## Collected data
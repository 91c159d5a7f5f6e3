import { parse, CsvError } from 'csv-parse';
import { Readable } from 'node:stream';
import { detectDelimiter, firstLine, stripBom, type Delimiter, type RowError } from '@plumbline/contracts';

/** A problem with the file as a whole (not one row): it cannot be read at all. */
export class FileFormatError extends Error {
  constructor(readonly error: RowError) {
    super(error.message);
    this.name = 'FileFormatError';
  }
}

/** One CSV record with the line number (1-based, header = line 1) on which it starts. */
export type CsvRecord = { line: number; cells: string[] };

export type CsvFile = {
  delimiter: Delimiter;
  bom: boolean;
  records: AsyncIterable<CsvRecord>;
};

const SNIFF_BYTES = 64 * 1024;

/**
 * Opens a CSV stream: looks at the start for the byte-order mark and the delimiter, then streams the
 * records through csv-parse (quoted fields, "" escapes, CRLF/LF/CR line ends, blank lines skipped).
 * Only the first chunk or two is held to sniff; the file is never read whole. `onBytes` reports progress.
 */
export async function openCsv(source: Readable, onBytes?: (bytes: number) => void): Promise<CsvFile> {
  const iterator = source[Symbol.asyncIterator]() as AsyncIterator<Buffer>;
  const head: Buffer[] = [];
  let headBytes = 0;
  let ended = false;
  while (headBytes < SNIFF_BYTES) {
    const next = await iterator.next();
    if (next.done) {
      ended = true;
      break;
    }
    head.push(next.value);
    headBytes += next.value.length;
    if (next.value.includes(0x0a) || next.value.includes(0x0d)) break;
  }
  const start = Buffer.concat(head);
  if (
    start.length >= 2 &&
    ((start[0] === 0xff && start[1] === 0xfe) || (start[0] === 0xfe && start[1] === 0xff))
  ) {
    throw new FileFormatError({
      row: 1,
      column: null,
      code: 'malformed_csv',
      message: 'The file is saved as UTF-16. Save it as UTF-8 (CSV UTF-8) and upload it again.',
    });
  }
  const { text, bom } = stripBom(start.toString('utf8'));
  const delimiter = detectDelimiter(firstLine(text));

  async function* bytes(): AsyncGenerator<Buffer> {
    for (const chunk of head) {
      onBytes?.(chunk.length);
      yield chunk;
    }
    if (ended) return;
    while (true) {
      const next = await iterator.next();
      if (next.done) return;
      onBytes?.(next.value.length);
      yield next.value;
    }
  }

  async function* records(): AsyncGenerator<CsvRecord> {
    // csv-parse's own line tracking (`info`) triples its cost per row, so lines are counted here: each
    // record takes one line plus the line breaks inside its quoted fields; blank lines are skipped.
    const parser = Readable.from(bytes()).pipe(
      parse({
        delimiter,
        bom: true,
        relax_column_count: true,
        record_delimiter: ['\r\n', '\n', '\r'],
      }),
    );
    let line = 1;
    try {
      for await (const record of parser as AsyncIterable<string[]>) {
        const start = line;
        let inner = 0;
        for (const value of record) inner += countLineBreaks(value);
        line += 1 + inner;
        if (record.length === 1 && record[0].trim() === '') continue;
        yield { line: start, cells: record };
      }
    } catch (error) {
      if (error instanceof CsvError) {
        const at = (error as CsvError & { lines?: number }).lines ?? line;
        throw new FileFormatError({
          row: at,
          column: null,
          code: 'malformed_csv',
          message: `The file cannot be read as CSV from line ${at}: ${describeCsvError(error)}`,
        });
      }
      throw error;
    }
  }

  return { delimiter, bom, records: records() };
}

function countLineBreaks(value: string): number {
  if (!value.includes('\n') && !value.includes('\r')) return 0;
  return (value.match(/\r\n|\n|\r/g) ?? []).length;
}

function describeCsvError(error: CsvError): string {
  if (error.code === 'CSV_QUOTE_NOT_CLOSED') return 'a quoted field is never closed (a " is missing)';
  if (error.code === 'CSV_INVALID_CLOSING_QUOTE') return 'a quote inside a quoted field must be doubled ("")';
  return error.message;
}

## Assigned task
Pick each line holding the word "cells" out of the data and copy it.

## Answer section
export type CsvRecord = { line: number; cells: string[] };
        yield { line: start, cells: record };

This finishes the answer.